Despite a continuing bounce in the stock market, there remains a widespread series of economic indicators that continue to lag behind and deserve special coverage from business journalists.

Depending where you live, those indicators will mask a recovery and continue to trouble certain regions of the country. And, in some places, such as the coastal regions, the difficulties may be enough to create widespread political fallout for whatever political party is in power.

These are some of my conclusions from talking to economists, listening to panel discussions at the Society of American Business Editors and Writers recent meeting and private reports on sensitive sectors of the economy.


The three largest lagging indicators of the coming recovery are real estate, employment and state government. The areas most likely to rise from the Great Recession are the auto industry, finance and technology.

Let’s start with the most difficult areas. Real estate will not likely recover for the next several years, according to IBISWorld, a market research company. IBIS does not expect housing prices to bottom out until the third quarter of 2010 when federal subsidies, which have artificially inflated prices, are exhausted.

During a recent visit to the Society of American Business Editors and Writers meeting in Phoenix, I checked on the real estate market there. Many buildings are vacant and I was surprised at the cheap, available housing downtown.

The same is true, I was told by business editors, in Southern California, New Orleans and in the Northeast. In fact, the only area that I’ve personally seen some sort of real housing stability is in Washington D.C., where much of the market is upheld by the enormous number of government jobs.

The only caveat to all of this, as noted by panelists at the SABEW meeting, is the billions of dollars that sit on the sidelines waiting to leap into action if there’s a sense of recovery. Too, a major reform is coming for Fannie Mae and Freddie Mac, which symbolize the broken home financing industry.

Confidence, which is an elusive word, could change the housing situation very quickly.


Likewise, unemployment will likely stay near 10 percent for the next year, according to a number of economic forecasts. That will mean that tax revenues will continue to decline, presenting difficult choices for most states.

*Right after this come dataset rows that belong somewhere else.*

/**
 * A day's verdict from thresholds the caller passes: storm if any storm limit is broken, else
 * disturbed if any disturbed limit is broken, else quiet. Every broken limit is a reason.
 */
export type VerdictLevel = "quiet" | "disturbed" | "storm";

/** Limits; a value above its limit breaks it. Leave a limit out to ignore that metric. */
export interface VerdictLimits {
  /** Largest daily range, nT. */
  dailyRangeNt?: number;
  /** Largest change inside the change window, nT. */
  changeNt?: number;
  /** Largest chord deviation, nT. */
  chordDeviationNt?: number;
  /** Fourth-difference RMS, nT. */
  noiseRmsNt?: number;
  /** Longest gap, s. */
  longestGapS?: number;
  /** Number of spikes. */
  spikeCount?: number;
  /** Largest planetary Kp the caller holds for the day (space-weather service). */
  kp?: number;
}

export interface VerdictThresholds {
  disturbed?: VerdictLimits;
  storm?: VerdictLimits;
}

/**
 * Fieldtide's defaults. Sources: chord 3.0 nT over 60 s (Geological Survey of Canada, as recorded
 * in the Canadian Aeromagnetic Data Base); Kp > 5 stops surveying at mid-latitudes (Hejda et al.,
 * Earth Planets Space 58, 2006; NOAA G1 = Kp 5); quiet mid-latitude days range ~20–50 nT
 * (UBC-GIF, Geophysics for Practicing Geoscientists), so 100 nT marks a disturbed day (practice);
 * a 100 nT change within a minute is storm behaviour (practice); gap 120 s = the default
 * correction gap limit; noise RMS 0.5 nT on d4/16 and 10 spikes (practice).
 */
export const DEFAULT_VERDICT_THRESHOLDS: Required<VerdictThresholds> = {
  disturbed: { chordDeviationNt: 3.0, dailyRangeNt: 100, changeNt: 20, noiseRmsNt: 0.5, longestGapS: 120, spikeCount: 10, kp: 4 },
  storm: { dailyRangeNt: 300, changeNt: 100, kp: 5 },
};

export interface VerdictMetrics {
  dailyRangeNt: number;
  changeNt: number;
  chordDeviationNt: number;
  noiseRmsNt: number;
  longestGapS: number;
  spikeCount: number;
  kp?: number;
}

export interface VerdictReason {
  level: Exclude<VerdictLevel, "quiet">;
  metric: keyof VerdictLimits;
  value: number;
  limit: number;
  text: string;
}

export interface Verdict {
  level: VerdictLevel;
  reasons: VerdictReason[];
  thresholds: VerdictThresholds;
}

const LABELS: Record<keyof VerdictLimits, [string, string]> = {
  dailyRangeNt: ["daily range", "nT"],
  changeNt: ["largest change in window", "nT"],
  chordDeviationNt: ["chord deviation", "nT"],
  noiseRmsNt: ["fourth-difference RMS", "nT"],
  longestGapS: ["longest gap", "s"],
  spikeCount: ["spikes", ""],
  kp: ["Kp", ""],
};

export function judgeDay(metrics: VerdictMetrics, thresholds: VerdictThresholds = DEFAULT_VERDICT_THRESHOLDS): Verdict {
  const reasons: VerdictReason[] = [];
  for (const level of ["storm", "disturbed"] as const) {
    const limits = thresholds[level];
    if (!limits) continue;
    for (const metric of Object.keys(limits) as (keyof VerdictLimits)[]) {
      const limit = limits[metric];
      const value = metrics[metric];
      if (limit === undefined || value === undefined || !Number.isFinite(value)) continue;
      if (value > limit) {
        const [label, unit] = LABELS[metric];
        const u = unit ? ` ${unit}` : "";
        reasons.push({ level, metric, value, limit, text: `${label} ${+value.toFixed(3)}${u} > ${limit}${u} (${level})` });
      }
    }
  }
  const level: VerdictLevel = reasons.some((r) => r.level === "storm") ? "storm" : reasons.length > 0 ? "disturbed" : "quiet";
  return { level, reasons, thresholds };
}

Political leaders will have to budget more layoffs, pay freezes and reductions, cutbacks in education on all levels, and trims in virtually every imaginable area. In addition, a number of states will have to take on additional debt to work through the crisis.

On the positive side, several analysts expect the auto industry to begin a slow comeback this year and a stronger showing in 2011. Demand for smaller, electric cars will grow. Ford Motor Company is leading the American charge, and General Motors is expected to remove itself from the deathwatch. With help from Fiat, analysts say Chrysler will improve the quality of its cars. Too, Americans will soon see a number of Fiat products for sale for the first time in years.


The tech industry will continue to zoom ahead. Apple has already sold its limit of Ipads, and Google continues to go to places that nobody can imagine. The Google trader business in Africa is just one small example of the mindset of the company. The world of mobile devices will continue to grow as it becomes the leading way that most people reach the web.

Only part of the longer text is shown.